I've had OCD since the age of 11 and I had a depression from the age of 16 to early 19 and I'm now almost 20. I don't feel depressed anymore, but I don't really feel any emotions like I used to. This started a month before I graduated from highschool, I remember the exact day. I was sitting in a bus at 7 ish at night during the week coming back from the mall, I looked out the window and suddenly I just got the worse feeling I've ever experienced in my life, I just went numb. The feeling lasted about 2 weeks. This was unsual because I had been depressed for almost 2 years by then, so randomly not feeling anything at all was scary.

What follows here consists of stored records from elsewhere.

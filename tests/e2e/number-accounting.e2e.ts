/**
 * The printable number accounting (/sites/{siteId}/numbers): every find number from 1 to the highest, as a
 * find, a sample, reserved in a named device's block, void with the reason, or never handed out — the same
 * ranges as GET /api/sites/{siteId}/number-accounting, line for line.
 */
import { randomUUID } from "node:crypto";
import { afterAll, beforeAll, describe, expect, it } from "vitest";
import type { Browser } from "playwright-core";
import { newPage, openBrowser, shown, signIn } from "./support/browser";

let browser: Browser;
beforeAll(async () => {
  browser = await openBrowser();
});
afterAll(async () => {
  await browser?.close();
});

type Range = {
  first: number;
  last: number;
  status: string;
  holder?: string | null;
  deviceLabel?: string;
  reason?: string;
};

describe("the number accounting on paper", () => {
  it("lists every range the API accounts for, with the holder of a reserved block and the reason of a void one", async () => {
    const page = await newPage(browser);
    await signIn(page, "director");
    const sites = (await (await page.request.get("/api/sites")).json()) as { id: string; code: string }[];
    const site = sites.find((s) => s.code === "WHD26") ?? sites[0]!;
    const base = `/api/sites/${site.id}`;
    // One block held on a named tablet, one given back (its numbers void, with the reason).
    const label = `Tablet ${randomUUID().slice(0, 4)}`;
    const held = await page.request.post(`${base}/number-blocks`, {
      data: { kind: "find", deviceId: randomUUID(), deviceLabel: label },
    });
    expect(held.status()).toBe(201);
    const given = await page.request.post(`${base}/number-blocks`, {
      data: { kind: "find", deviceId: randomUUID(), deviceLabel: "Old tablet" },
    });
    const gone = (await given.json()) as { id: string; first: number };
    const released = await page.request.post(`${base}/number-blocks/${gone.id}/release`, {
      data: { reason: "screen cracked" },
    });
    expect(released.status()).toBe(200);

    const api = (await (await page.request.get(`${base}/number-accounting?kind=find`)).json()) as {
      highest: number;
      ranges: Range[];
    };
    await page.goto(`/sites/${site.id}/numbers`);
    await shown(page.getByRole("heading", { name: "Find numbers" }));
    const rows = await page
      .getByTestId("number-accounting")
      .locator("tbody tr")
      .evaluateAll((trs) =>
        trs.map((tr) => [
          Number(tr.getAttribute("data-first")),
          Number(tr.getAttribute("data-last")),
          tr.getAttribute("data-status"),
        ]),
      );
    expect(rows).toEqual(api.ranges.map((r) => [r.first, r.last, r.status]));
    // Every number from 1 to the highest is on the page exactly once.
    expect(rows[0]![0]).toBe(1);
    for (let i = 1; i < rows.length; i++) expect(rows[i]![0]).toBe((rows[i - 1]![1] as number) + 1);
    expect(rows.at(-1)![1]).toBe(api.highest);

    const heldRow = page.locator(`tbody tr[data-first="${(await held.json()).first}"]`);
    await shown(heldRow.getByText(label, { exact: false }));
    await expect(heldRow.getAttribute("data-status")).resolves.toBe("reserved");
    const voidRow = page.locator(`tbody tr[data-first="${gone.first}"]`);
    await expect(voidRow.getAttribute("data-status")).resolves.toBe("void");
    await shown(voidRow.getByText("Block given back: screen cracked", { exact: false }));
    await page.context().close();
  });
});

After that feeling of numbness went away, I started to feel a little better, and my depression was on and off from then on, but my strong emotions never came back. That feeling of numbness also accured a second time over the summer and also lasted about 2 weeks.

I haven't been able to attach to anyone now or feel any love or passion and I remember that thought scared me a lot, espacially when I'd look back at how amazing my life used to be and at how I used to be and thinking that I'm never going to be the same again. But now I've gotten used to it. I'm thankful that I'm not feeling sad or depressed anymore though, but I wish I could feel love and passion again, or anything.


----------



## Silent Hell (Sep 17, 2010)

I think long term untreated (or poorly treated) depression often turns into apathy or numbness when your brain gets too tired to even process it all anymore. I've been depressed for about 14 years since my early teen years and although my depression returns sometimes mostly I just don't care about anything at all. 

Probably the best thing to do is seek treatment for long term or mild depression, but it's hard to do when you are not feeling major discomfort in your life to motivate you towards action.


----------



## ainsleigh (Dec 6, 2011)

I can relate to that feeling of numbness. I agree some therapy would help. 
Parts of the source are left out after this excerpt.